As you work on something that has the charge, more energy is released as each decision is made. You catch yourself losing track of time. The problem-solving feels like something other than work. This is the sign that you're in the right territory. Stay there as long as the charge holds.

When the Charge Is Gone

Sometimes the excitement wanes and the work becomes a grind — minutes counting slowly, commitment sustained by obligation rather than genuine interest, the joy of what was once thrilling reduced to a distant memory. This happens. It is a normal phase of building anything substantial. But there is a distinction worth making between the ordinary ebbs that are part of any sustained effort and the deeper depletion that signals something more fundamental.

If the excitement has been gone long enough that its absence has become the normal state — if the shop feels less like something being built and more like something being maintained, if the commitment to continue is based on sunk cost and identity and the absence of alternatives rather than any genuine draw toward what might come next — this is information worth taking seriously. Not necessarily a signal to stop, but a signal to look carefully at where the charge was lost. Sometimes it was lost at a specific decision — a direction taken that felt like the right move at the time but slowly drained the work of something essential. Going back to that fork, reconsidering what was left behind, is not failure. It is the skill of recognizing when you and a particular path have nothing left to give each other.

When the energy depletes
Back up to where you last felt the charge. Find where the excitement left the work and ask what decision caused it to go. Or look for a new direction generating its own pull — not because the old one failed, but because this is a shop that is still becoming something, and what it becomes next may be different from what you originally planned.
Obligation vs. Pull

The shops that become obligations are not always the ones that were poorly built. Some of them were built with real care by people who followed genuine excitement into the work and then stayed past the point where the excitement was sustaining them, out of commitment and responsibility and the understandable difficulty of imagining something different. The shop became the thing they did rather than the thing they were drawn to. The energy went into maintaining rather than building. The building is where the charge lives.
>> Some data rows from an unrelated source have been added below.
import type { SetupItem } from '@/lib/model/code-book'
import { type SetupRow, setups } from './setups'

/** Minutes are for bare hands in daylight; `true` marks what must be closed again before a test run. */
const ROWS: readonly SetupRow[] = [
  ['beltCoverOff', 'Belt cover off', 6, [], true],
  ['beltOff', 'Drive belt off', 5, ['beltCoverOff'], true],
  ['endRaised', 'One end raised on a stand', 6, [], true],
  ['wheelOff', 'Wheel off', 7, ['endRaised'], true],
  ['tubeOut', 'Inner tube out', 15, ['wheelOff'], true],
  ['caliperOff', 'Brake caliper off', 8, [], true],
  ['gearOilPlugOut', 'Gear oil plug out', 6, [], true],
  ['shiftRodOff', 'Shift rod unhooked', 4, [], true],
  ['skidOut', 'Rear suspension out of the tunnel', 45, ['endRaised'], true],
  ['chainCaseOpen', 'Chain case open', 25, [], true],
]

/** What has to be opened or raised before a check or a repair of the drive, the brakes or the track. */
export const DRIVE_SETUPS: SetupItem[] = setups(ROWS)
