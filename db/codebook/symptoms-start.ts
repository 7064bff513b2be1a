import type { SymptomItem } from '@/lib/model/code-book'
import { ELECTRICAL_DEAD } from './symptoms-start-dead'
import { NO_CRANK } from './symptoms-start-no-crank'

/** The complaints of this chapter. */
export const START_SYMPTOMS: SymptomItem[] = [NO_CRANK, ELECTRICAL_DEAD]
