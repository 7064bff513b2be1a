import type { SpecValue } from '@/lib/model/machine-model'
import { QUANTITIES } from '@/lib/model/meter-profile'
import { type DemoComponent, type DemoPart, NO_LIMITS, page, SHOP_FIGURE } from './demo-figures'

/** A value as it is written down; left out means: that limit is not known. */
export type ValueDraft = Pick<SpecValue, 'id' | 'name' | 'quantity'> &
  Partial<Omit<SpecValue, 'id' | 'name' | 'quantity' | 'unit' | 'source'>>

/** A component as it is written down; left out means: nothing to open, no plug, no torque known, nothing to measure. */
type ComponentDraft = Pick<DemoComponent, 'id' | 'name' | 'place'> & {
  /** Page of the demo manual for the component and its values. */
  page: number
  setups?: readonly string[]
  fasteners?: string
  connector?: string
  pins?: readonly (readonly [pin: string, colour: string, carries: string])[]
  torqueNm?: number
  values?: readonly ValueDraft[]
}

/** The whole record of a component; every figure says its page and that it is invented. */
export const component = (draft: ComponentDraft): DemoComponent => ({
  id: draft.id,
  name: draft.name,
  place: draft.place,
  setups: [...(draft.setups ?? [])],
  fasteners: draft.fasteners ?? null,
  connector: draft.connector ?? null,
  pins: (draft.pins ?? []).map(([pin, colour, carries]) => ({ pin, colour, carries })),
  torqueNm: draft.torqueNm ?? null,
  values: (draft.values ?? []).map((value) => ({
    ...NO_LIMITS,
    ...value,
    unit: QUANTITIES[value.quantity],
    source: page(draft.page),
  })),
  source: page(draft.page),
})

/** A copper winding at 20 C, measured at its own pins. */
export const winding = (
  id: string,
  name: string,
  [nominal, tolerancePercent]: readonly [number, number],
): ValueDraft => ({
  id,
  name,
  quantity: 'resistance',
  nominal,
  tolerancePercent,
  partTempC: 20,
  material: 'copper',
  conditions: 'Unplugged and at 20 C',
})

/** Volts lost over a joint or a length of wire: at most so many, under these conditions. */
export const drop = (id: string, name: string, high: number, conditions: string): ValueDraft => ({
  id,
  name,
  quantity: 'dcVoltage',
  high,
  conditions,
})

type Prices = readonly [number: string, minor: number, failsOf100: number]
type PartRow = readonly [part: string, genuine: Prices, aftermarket?: Prices]

/** Parts of the demo shop from their rows: the number, the price, and of 100 how many failed within a year. */
export const demoParts = (rows: readonly PartRow[]): DemoPart[] =>
  rows.map(([part, genuine, other]) => ({
    part,
    genuineNumber: genuine[0],
    genuineMinor: genuine[1],
    aftermarketNumber: other?.[0] ?? null,
    aftermarketMinor: other?.[1] ?? null,
    genuineFailsOf100: genuine[2],
    aftermarketFailsOf100: other?.[2] ?? null,
    source: SHOP_FIGURE,
  }))
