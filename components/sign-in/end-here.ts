import type { ShopLine } from '@/lib/ports/shop-line'

/** `fieldOpen`: the session has ended, but this browser's field still opens for the person. */
export type Ended = 'out' | 'notSignedOut' | 'fieldOpen'

type Here = {
  line: Pick<ShopLine, 'signOut'>
  /** Closes the field on this browser (SO4); rejects when its store does not answer. */
  lock(): Promise<void>
}

/** Closes the field on this browser. Fetched only now: sign-in page and desk need no database of their own. */
export async function lockHere(): Promise<void> {
  const { lockField } = await import('@/lib/sync/client/emptied')
  await lockField()
}

/**
 * Closes the field, then ends the session: in this order nobody is told "signed out" of a field that is
 * still open. A session that cannot be ended opens the field again, so nothing is lost by the order.
 */
export async function endHere({ line, lock }: Here): Promise<Ended> {
  const isLocked = await lock().then(
    () => true,
    () => false,
  )
  const answer = await line.signOut()
  if (!answer.ok) return 'notSignedOut'
  return isLocked ? 'out' : 'fieldOpen'
}
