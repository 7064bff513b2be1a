/** Where a figure of the book comes from when no published standard stands behind it. */
export const PRACTICE = 'common practice, no source'
/** Our own wording and ordering of things the trade knows; nothing to measure. */
export const OWN_WORDS = 'own words; common practice, no source'
/** Shares, outcome tables and minutes that nobody counted. */
export const GUESS =
  'common practice, no source; shares and tables are guesses, no count behind them'
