// Undoes what a script has started, in reverse order, whenever it ends: done, failed or told to stop.
// Made first of all, so that Ctrl-C in the first minute leaves nothing running.

/** `onSignal`: the exit code when told to stop; `last` is called just before the end, with the code. */
export function ending({ onSignal, last = (code) => code }) {
  const steps = []
  let begun = null

  async function undo(code) {
    let worst = code
    while (steps.length > 0) {
      try {
        await steps.pop()()
      } catch (problem) {
        console.error(problem)
        worst ||= 1
      }
    }
    process.exit(last(worst))
  }
  const end = (code) => {
    begun ??= undo(code)
    return begun
  }
  for (const signal of ['SIGINT', 'SIGTERM', 'SIGHUP']) process.on(signal, () => void end(onSignal))

  return {
    end,
    get begun() {
      return begun !== null
    },
    /** What to undo of the thing that is about to start. */
    later: (step) => steps.push(step),
    /** Runs the script itself: what it throws ends it with 1, unless it is ending already. */
    async around(work) {
      try {
        await work()
      } catch (problem) {
        if (begun === null) console.error(problem)
        await end(1)
      }
    },
  }
}
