import type { CodeBookItem, FaultItem } from '@/lib/model/code-book'
import { AIR_CHECKS } from './checks-air'
import { BATTERY_CHECKS } from './checks-battery'
import { CARBURETTOR_CHECKS } from './checks-carburettor'
import { COIL_CHECKS } from './checks-coil'
import { COIL_DRIVE_CHECKS } from './checks-coil-drive'
import { CRANK_CHECKS } from './checks-crank'
import { ELECTRICS_CHECKS } from './checks-electrics'
import { ENGINE_CHECKS } from './checks-engine'
import { INJECTOR_CHECKS } from './checks-injector'
import { MIXTURE_CHECKS } from './checks-mixture'
import { PRESSURE_CHECKS } from './checks-pressure'
import { PUMP_CHECKS } from './checks-pump'
import { SPARK_CHECKS } from './checks-spark'
import { STOP_CHECKS } from './checks-stops'
import { TANK_CHECKS } from './checks-tank'
import type { FaultData } from './fault-data'
import { AIR_FAULTS } from './faults-air'
import { CARBURETTOR_FAULTS } from './faults-carburettor'
import { ENGINE_FAULTS } from './faults-engine'
import { FUEL_FAULTS } from './faults-fuel'
import { IGNITION_FAULTS } from './faults-ignition'
import { POWER_FAULTS } from './faults-power'
import { SIGNAL_FAULTS } from './faults-signal'
import { FEATURE_ITEMS } from './features'
import { FMI_LINE } from './fmi'
import { FMI_UPPER } from './fmi-upper'
import { PCODE_KINDS } from './pcode-kinds'
import { PCODES } from './pcodes'
import { SETUPS } from './setups'
import { SHARE_GROUPS, SHARE_ROWS } from './shares'
import { GUESS } from './sources'
import { SPNS } from './spn'
import { SWAPS } from './swaps'
import { SYMPTOMS } from './symptoms'
import { WORDS } from './words'

const FAULTS: FaultData[] = [
  ...FUEL_FAULTS,
  ...CARBURETTOR_FAULTS,
  ...IGNITION_FAULTS,
  ...SIGNAL_FAULTS,
  ...POWER_FAULTS,
  ...AIR_FAULTS,
  ...ENGINE_FAULTS,
]

/** The whole code book, in the order it is published. Faults get their shares from `shares.ts`. */
export const BOOK_ITEMS: CodeBookItem[] = [
  ...FEATURE_ITEMS,
  ...WORDS,
  ...SETUPS,
  ...SYMPTOMS,
  ...FAULTS.map(withShares),
  ...TANK_CHECKS,
  ...PUMP_CHECKS,
  ...PRESSURE_CHECKS,
  ...INJECTOR_CHECKS,
  ...CARBURETTOR_CHECKS,
  ...COIL_CHECKS,
  ...COIL_DRIVE_CHECKS,
  ...SPARK_CHECKS,
  ...CRANK_CHECKS,
  ...STOP_CHECKS,
  ...BATTERY_CHECKS,
  ...ELECTRICS_CHECKS,
  ...AIR_CHECKS,
  ...MIXTURE_CHECKS,
  ...ENGINE_CHECKS,
  ...SWAPS,
  ...FMI_LINE,
  ...FMI_UPPER,
  ...PCODE_KINDS,
  ...SPNS,
  ...PCODES,
]

function withShares(fault: FaultData): FaultItem {
  const row = SHARE_ROWS.find(([id]) => id === fault.id)
  const groups = Object.values(SHARE_GROUPS)
  const shares = groups.flatMap(({ symptom, gate }, column) => {
    const of100 = row?.slice(1)[column]
    return typeof of100 === 'number' && of100 > 0 ? [{ symptom, gate: copyGate(gate), of100 }] : []
  })
  return { kind: 'fault', ...fault, shares, source: GUESS }
}

function copyGate(gate: Record<string, readonly string[]>): Record<string, string[]> {
  return Object.fromEntries(Object.entries(gate).map(([name, values]) => [name, [...values]]))
}
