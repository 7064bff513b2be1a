'use client'

import { useEffect, useState } from 'react'
import { EMPTIED_WORDS } from './emptied-words'

/** Says that this phone was taken out and emptied, to whoever opens it next. */
export function EmptiedNotice() {
  const [emptied, setEmptied] = useState(false)
  useEffect(() => {
    let open = true
    import('@/lib/sync/client/emptied')
      .then((file) => file.readEmptied())
      .then(
        (found) => open && setEmptied(found),
        () => undefined,
      )
    return () => {
      open = false
    }
  }, [])
  if (!emptied) return null
  return (
    <p role="status" className="border-2 border-ink px-3 py-2 font-bold">
      {EMPTIED_WORDS}
    </p>
  )
}
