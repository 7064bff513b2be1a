import type { Chapter } from './chapter'
import { START_FAULTS } from './faults-start'
import { START_SETUPS } from './setups-start'
import { START_WORDS } from './words-start'

/** Starter, interlocks and dead electrics. */
export const STARTING: Chapter = {
  symptoms: [],
  faults: START_FAULTS,
  shares: [],
  checks: [],
  swaps: [],
  setups: START_SETUPS,
  words: START_WORDS,
  rows: {},
  swapRows: {},
  unseparated: [],
}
This doesn't mean the answer is always to leave or to make dramatic changes. Sometimes the charge comes back. Sometimes backing up a few steps — returning to an earlier, simpler version of what the shop was doing before it accumulated all of its complexity — restores something that got lost. Sometimes the arrival of a new person on the staff, or a new customer who opens a conversation the shop wasn't having, or an unexpected opportunity that points in a direction the owner hadn't considered, reactivates something. The shop and the owner are in a relationship, and like any relationship it has seasons. The task is to stay honest about which season you're in and what the season is asking for.

"The shop needs your attention to grow. Your attention goes where your excitement is. This is not a character flaw — it is how sustained building works. The best shop you can build is the one you are genuinely excited to build."

Pay attention to what makes the needle jump. It may not be the direction you planned. It may not be the direction that looks most logical from the outside. It may be something that arrives sideways, through a conversation or a customer or a half-formed idea that won't stop coming back. When it arrives, take it seriously. The charge is the signal. The shop that has it is the one that has something real in it yet to become.

Where there is excitement, there is energy. Where there is energy, the work is alive. Follow the charge — and when it leads somewhere you didn't expect, follow it anyway.